Isilon sells more, loses more

Isilon had mixed financial results last quarter, reporting higher revenue ($24.1 million) than expected while losing more money ($10.1 million) than in any quarter last year. But the most important item on Isilon’s scoreboard these days doesn’t have a hard number affixed to it. That’s confidence among customers and investors.

People clearly lost confidence in Isilon during its 2007 struggles, and they haven’t regained it yet. Isilon CEO Sujal Patel said there were “headwinds” that prevented Isilon from picking up more new customers last quarter. These headwinds came from Isilon’s financial restatement followed by an audit report of questionable sales practices last year. Fortunately for Isilon, it picked up more sales in repeat orders from customers already in the fold last quarter than in any previous quarter.

“Headwinds had some impact, raising uncertainty in customers’ minds,” Patel said. “And some of our competitors may have used it against us as a competitive advantage.”

Patel said these headwinds will “take some time to dissipate,” which means he expects them to continue at least for another quarter.

Winning back confidence among investors will likely take even longer. Although operating expenses declined, Isilon remains a long way from turning a profit. And Isilon executives still refuse to give guidance for this quarter or this year, giving the impression that even they lack confidence in their ability to execute.

“Due to the lack of clarity on the forward business model, current investor sentiment remains subdued,” analyst Tom Curlin of RBC Capital Markets wrote in a note to clients today. “We expect sentiment to remain subdued pending evidence of improving execution in the coming quarters.”

Patel pledged to continue to upgrade Isilon’s clustered storage systems, promising major upgrades this year. Isilon can use any product edge it could get with Hewlett-Packard and EMC jumping into the clustered game and NetApp pushing to integrate its OnTap GX clustered file system into its regular OnTap operating system.

Overall, Patel he said he was encouraged by the quarter. “Although it’s still early days, I view this as an important step in our path to profitability.” Investors weren’t quite as enthusiastic, although Isilon’s share price rose $0.08 to $4.85 today.

QLogic switching directions on directors?

Comments by CEO H.K. Desai on QLogic’s last week raised questions about the future of QLogic’s SANbox 9000 Fibre Channel director switch.

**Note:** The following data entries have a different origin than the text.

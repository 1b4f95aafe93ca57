// Does the wind turn as the Earth makes it turn? At each height the winds since dusk are held against an oscillation: at
// the inertial rate of the latitude, and at the rate that fits them best.

import { coriolisParameter, speedOf } from '../air/index.ts';
import type { Profile } from '../profile/index.ts';
import { fitOscillation, type FittedOscillation } from './oscillation.ts';
import { windAtHeights, type WindVector } from './wind-at.ts';

/** Inertial: the rates agree. Slower and faster have the same sense, opposite the other; none hardly turns at all. */
export type TurningVerdict = 'inertial' | 'slower' | 'faster' | 'opposite' | 'none';

export interface Turning {
  /** m above ground */
  readonly height: number;
  readonly status: 'told' | 'not-assessable';
  /** Reason in words; empty when told. */
  readonly why: string;
  /** The oscillation at the inertial rate; time zero is `sinceMs`. NaN throughout when there is none to fit. */
  readonly fit: FittedOscillation;
  /** Rates in degrees an hour, clockwise positive: what the latitude makes, what fits best, and that one's uncertainty. */
  readonly inertialRate: number;
  readonly measuredRate: number;
  readonly uncertainty: number;
  readonly verdict: TurningVerdict | null;
  /** Last speed over the geostrophic speed; NaN where that is not known. */
  readonly supergeostrophic: number;
}

export interface TurningOptions {
  /** Degrees; NaN when not known. */
  readonly latitude: number;
  /** Dusk: from when on winds count, ms. */
  readonly sinceMs: number;
  /** Geostrophic or free-atmosphere speed, m/s; NaN when not known. */
  readonly geostrophicSpeed: number;
}

const HOUR_MS = 3600_000;
const DEGREES_AN_HOUR = (3600 * 180) / Math.PI;
/** An inertial turn smaller than this over the record, degrees, is too little to be told from anything. Our own choice. */
const LEAST_TURN = 40;
const LEAST_WINDS = 6;
/** Rates looked at: up to so many times the inertial one, either way. */
const WIDEST = 3;
const STEPS = 60;
/** Departures smaller than this times the scatter turn unseen. */
const LEAST_DEPARTURE = 1;

/** How the wind has turned at each height since dusk. Profiles of one station, ascending in time. */
export function turningAt(
  profiles: readonly Profile[],
  heights: readonly number[],
  options: TurningOptions,
): Turning[] {
  const since = profiles.filter(({ timeMs }) => timeMs >= options.sinceMs);
  const winds = since.map((profile) => windAtHeights(profile, heights));
  const timeS = since.map(({ timeMs }) => (timeMs - options.sinceMs) / 1000);
  return heights.map((height, k) =>
    turningOf(
      height,
      timeS,
      winds.map((at) => at[k]!),
      options,
    ),
  );
}

function turningOf(
  height: number,
  timeS: readonly number[],
  winds: readonly WindVector[],
  options: TurningOptions,
): Turning {
  const f = coriolisParameter(options.latitude);
  const u = winds.map((wind) => wind.u);
  const v = winds.map((wind) => wind.v);
  const known = timeS.filter((_, k) => Number.isFinite(u[k]! + v[k]!));
  const fit = fitOscillation(timeS, u, v, f);
  const last = winds.findLast((wind) => Number.isFinite(wind.u + wind.v));
  const inertialRate = f * DEGREES_AN_HOUR;
  const plain = {
    height,
    fit,
    inertialRate,
    supergeostrophic: last === undefined ? NaN : speedOf(last.u, last.v) / options.geostrophicSpeed,
  };
  const untold = (why: string): Turning => ({
    ...plain,
    status: 'not-assessable',
    why,
    measuredRate: NaN,
    uncertainty: NaN,
    verdict: null,
  });
  if (Number.isNaN(f)) return untold('The latitude of the station is not known.');
  if (known.length < LEAST_WINDS) {
    return untold(`Only ${known.length} winds at ${Math.round(height)} m since dusk; ${LEAST_WINDS} are needed.`);
  }
  const hours = ((known.at(-1)! - known[0]!) * 1000) / HOUR_MS;
  const turn = Math.abs(inertialRate) * hours;
  if (turn < LEAST_TURN) {
    return untold(
      `In ${hours.toFixed(1)} h an inertial turn at this latitude is ${Math.round(turn)} degrees: too little to be told.`,
    );
  }
  const { rate, uncertainty, fitted } = bestRate(timeS, u, v, f);
  if (!(Math.hypot(fitted.departureU, fitted.departureV) > LEAST_DEPARTURE * fitted.rms)) {
    return untold(`At ${Math.round(height)} m the wind has hardly changed since dusk.`);
  }
  const measuredRate = rate * DEGREES_AN_HOUR;
  return {
    ...plain,
    status: 'told',
    why: '',
    measuredRate,
    uncertainty: uncertainty * DEGREES_AN_HOUR,
    verdict: verdictOf(measuredRate, uncertainty * DEGREES_AN_HOUR, inertialRate),
  };
}

/** The turning that leaves the least residual, and how far from it the residual stays as good. */
function bestRate(
  timeS: readonly number[],
  u: readonly number[],
  v: readonly number[],
  f: number,
): { rate: number; uncertainty: number; fitted: FittedOscillation } {
  const square = (turning: number): number => fitOscillation(timeS, u, v, turning).rms ** 2;
  const step = (WIDEST * Math.abs(f)) / STEPS;
  // Not through nought, where the model has no turning at all: half steps either side.
  const rates = Array.from({ length: 2 * STEPS }, (_, k) => (k - STEPS + 0.5) * step);
  const squares = rates.map(square);
  let best = 0;
  squares.forEach((value, k) => {
    if (value < squares[best]!) best = k;
  });
  const rate = refine(rates, squares, best);
  const fitted = fitOscillation(timeS, u, v, rate);
  // One standard deviation: the residual may grow by its own share for one of the 2 n - 5 degrees of freedom.
  const allowed = fitted.rms ** 2 * (1 + 1 / Math.max(1, 2 * fitted.used - 5));
  const within = rates.filter((_, k) => squares[k]! <= allowed);
  const width = within.length > 0 ? Math.max(...within) - Math.min(...within) : 0;
  return { rate, uncertainty: Math.max(width / 2, step / 2), fitted };
}

/** Vertex of the parabola through the least square and its neighbours. */
function refine(rates: readonly number[], squares: readonly number[], best: number): number {
  if (best === 0 || best === rates.length - 1) return rates[best]!;
  const [before, here, after] = [squares[best - 1]!, squares[best]!, squares[best + 1]!];
  const bend = before - 2 * here + after;
  const offset = bend > 0 ? (0.5 * (before - after)) / bend : 0;
  return rates[best]! + offset * (rates[best]! - rates[best - 1]!);
}

/** A difference of less than this share of the inertial rate is agreement: the pressure field, too, changes in a night. */
const AGREEMENT = 0.3;
/** Less than this share of the inertial rate is hardly a turn. */
const HARDLY = 0.15;

function verdictOf(measured: number, uncertainty: number, inertial: number): TurningVerdict {
  const ratio = measured / inertial;
  const doubt = Math.max(AGREEMENT, (2 * uncertainty) / Math.abs(inertial));
  if (Math.abs(ratio - 1) <= doubt) return 'inertial';
  if (Math.abs(ratio) < HARDLY) return 'none';
  if (ratio < 0) return 'opposite';
  return ratio < 1 ? 'slower' : 'faster';
}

Several times on the company’s earnings conference call, Desai said QLogic was changing the focus on its switching business to edge and blade switches. That would seem to leave out the director switch that QLogic launched 2006 as a low-cost alternative to directors from Brocade and Cisco.

“We continue to gain traction with our Fiber Channel edge and blade switches, which is our primary area of focus,” Desai said. Later he said QLogic is refocusing its switch investments on InfiniBand and blade switches.

To financial analysts on the call, that meant QLogic would leave the SANbox 9000 behind as it begins rolling out 8-Gbit/s HBAs and switches and starts development on 16-gig technology. SANbox 9000 sales have been hurt by lack of any OEM deals with major storage system vendors such as EMC, IBM, and Hewlett-Packard that sell Brocade and Cisco switches under their brand. QLogic’s SANbox 5000 edge switches already support 8-gig connectivity.

“You indicated that edge and blades switches are your primary focus now in Fibre Channel,” analyst Clay Sumner of FBR Friedman, Billings, Ramsey & Co., Inc. said to Desai on the call. “Just curious, does that mean you no longer expect the tier one [OEM] win for your 8-gig Fibre Channel director?”

“We never give up on anything,” said Desai, refusing to clarify his position on directors for the curious analyst.

Several analysts expect QLogic to dump the directors. “Our checks indicate that going forward QLGC may not invest further in the FC high end Director-switch space but could continue to develop mid-low end FC switches and blade switches,” Pacific Growth analyst Kaushik Roy wrote in a note to clients. Roy told me he doesn’t expect QLogic to do any more development on the SANbox 9000 or build any other directors. In other words, it is getting out of the director switch business.

Not so, says QLogic marketing VP Frank Berry. “The SANbox 9000 lives on!” Berry wrote to me in an e-mail. “We continue to sell it.”

Berry also said the SANbox 9000 will be upgraded with 8-gig blades that can replace the 4-gig in there now. What’s changing, he said, is its go-to market strategy. Instead of its original target of Global 2000 firms, QLogic now sees the director as a small enterprise product.

“We’ve been successful for several years in the SME market with our
SANbox 500 line of stackable switches,” Berry wrote. “And we have learned the SME space is where we have been successful selling the SANbox 9000.”

QLogic will make more noise about SME products this summer. Then we’ll see which SANbox it expects SMEs to play in.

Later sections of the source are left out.